= Lydia Jane Wheeler Peirson =

American poet

Lydia Jane Wheeler Peirson (1802–1862; sometimes spelled Pierson) was an American poet, nicknamed "the forest minstrel".

"Like a great majority of women, she had too little knowledge of business to enable her to realize the pecuniary recompense that was due her labors. She has been, for a long time, a contributor to papers that have a wide circulation, yet has seldom received more than the paper and an occasional volume sent the editor for review, as compensation.— The proceeds of one volume of her poems, she donated to a theological seminary; for the other she received nothing. The publishers found rapid sale for the work, but soon after its issue were burnt out, and a great share of the edition destroyed. They maintained that they had received only enough to compensate them for their expense, and gave her nothing."

==Early years==
Born in Middletown, Connecticut, she was the daughter to William Wheeler. She developed an aptitude for literary works at an early age, writing and singing verses before age 12. These first songs were about God and nature. She memorized entire books, including The Shipwreck, The Lady of the Lake, Lalla-Rookh, The Bride of Abydos, and The Corsair.

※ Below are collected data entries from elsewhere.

package ode

import (
	"math"
	"testing"
)

// Against closed-form solutions (common practice: linear equations solved
// by hand).
func TestClosedForms(t *testing.T) {
	cases := []struct {
		name  string
		f     Func
		x0    []float64
		t1    float64
		exact func(t float64) []float64
	}{
		{"decay x' = -x", func(x, dx []float64) { dx[0] = -x[0] }, []float64{1}, 5,
			func(t float64) []float64 { return []float64{math.Exp(-t)} }},
		{"harmonic oscillator", func(x, dx []float64) { dx[0], dx[1] = x[1], -x[0] }, []float64{1, 0}, 10,
			func(t float64) []float64 { return []float64{math.Cos(t), -math.Sin(t)} }},
		{"x' = x^2 blows up at t = 1", func(x, dx []float64) { dx[0] = x[0] * x[0] }, []float64{1}, 0.9,
			func(t float64) []float64 { return []float64{1 / (1 - t)} }},
	}
	for _, c := range cases {
		t.Run(c.name, func(t *testing.T) {
			r, err := Integrate(c.f, 0, c.t1, c.x0, Options{RelTol: 1e-10, AbsTol: 1e-12})
			if err != nil {
				t.Fatal(err)
			}
			last := r.X[len(r.X)-1]
			if r.T[len(r.T)-1] != c.t1 {
				t.Fatalf("ends at %g", r.T[len(r.T)-1])
			}
			for i, v := range c.exact(c.t1) {
				if math.Abs(last[i]-v) > 1e-7*math.Max(1, math.Abs(v)) {
					t.Errorf("x%d(%g) = %.12g, want %.12g", i, c.t1, last[i], v)
				}
			}
		})
	}
}

// The error estimate controls the step: a looser tolerance takes fewer
// steps, and the global error of the fifth-order solution falls roughly with
// the tolerance (Hairer, Nørsett & Wanner, §II.4: tolerance proportionality).
func TestToleranceProportionality(t *testing.T) {
	f := func(x, dx []float64) { dx[0], dx[1] = x[1], -x[0] }
	var prevSteps int
	var prevErr float64
	for i, tol := range []float64{1e-4, 1e-7, 1e-10} {
		r, err := Integrate(f, 0, 20, []float64{1, 0}, Options{RelTol: tol, AbsTol: tol})
		if err != nil {
			t.Fatal(err)
		}
		last := r.X[len(r.X)-1]
		e := math.Hypot(last[0]-math.Cos(20), last[1]+math.Sin(20))
		if i > 0 && (r.Accepted <= prevSteps || e >= prevErr) {
			t.Errorf("tol %g: %d steps, error %g; looser: %d steps, error %g", tol, r.Accepted, e, prevSteps, prevErr)
		}
		if e > 1e3*tol {
			t.Errorf("tol %g: global error %g", tol, e)
		}
		prevSteps, prevErr = r.Accepted, e
	}
}

func TestStopAndLimits(t *testing.T) {
	f := func(x, dx []float64) { dx[0] = -x[0] }
	r, err := Integrate(f, 0, 100, []float64{1}, Options{Stop: func(_ float64, x []float64) bool { return x[0] < 0.5 }})
	if err != nil || !r.Stopped || r.X[len(r.X)-1][0] >= 0.5 {
		t.Errorf("stop: %v %v", err, r.Stopped)
	}
	if _, err := Integrate(f, 0, 100, []float64{1}, Options{MaxSteps: 3}); err != ErrSteps {
		t.Errorf("max steps: %v", err)
	}
	g := func(x, dx []float64) { dx[0] = x[0] * x[0] }
	if _, err := Integrate(g, 0, 2, []float64{1}, Options{MaxSteps: 100000}); err == nil {
		t.Errorf("through a blow-up: no error")
	}
}
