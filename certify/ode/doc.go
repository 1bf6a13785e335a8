// Package ode integrates ordinary differential equations x' = f(x) in
// float64 with the embedded Runge–Kutta pair of Dormand and Prince (1980),
// orders 5 and 4 with seven stages, the last stage reused as the first of
// the next step (first same as last).
//
// A step of size h from x gives the fifth-order solution x⁺ = x + h·Σ bᵢkᵢ
// and, from the same stages, a fourth-order one x̂⁺ = x + h·Σ b̂ᵢkᵢ. Their
// difference estimates the local error of the lower order,
//
//	err = ‖(x⁺ − x̂⁺) / (atol + rtol·max(|x|, |x⁺|))‖_RMS,
//
// a step is accepted when err ≤ 1, and the next step size is
// h·min(5, max(0.2, 0.9·err^(−1/5))) (the usual safety factor and bounds of
// step-size control, Hairer, Nørsett & Wanner, Solving Ordinary
// Differential Equations I, §II.4). The solution carried on is the
// fifth-order one (local extrapolation).
//
// The integrator is for pictures and consistency checks of the engine: it
// proves nothing, and nothing of a certificate rests on it.
package ode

At the age of 16, she moved with her parents to Canandaigua, New York and married Oliver Peirson two years later.

==Career==
With her husband, Peirson moved to the western portion of Liberty Township, Tioga County, Pennsylvania in 1821. Suffering from loneliness and seclusion at their rural home in the woods of the Allegheny Mountains, she began to write. For many years, her children were financially dependent on her efforts. She was a prolific author, chiefly for magazines and newspapers, her published poems filling more than a thousand common octavo pages. Though Peirson wrote more prose than poems, her prose papers were not collected. Her writings were often about nature. Peirson published two volumes of poems: "Forest Leaves," in 1846 and " The Forest Minstrel," in 1847. In 1849, she edited the Lancaster Literary Gazette; she was also the chief writer for the Ladies' Garland, a periodical for women which flourished in the 1840s. She contributed prose and verse to the Southern Literary Magazine and The New Real. In 1853, Peirson settled in Adrian, Michigan where she died in 1862.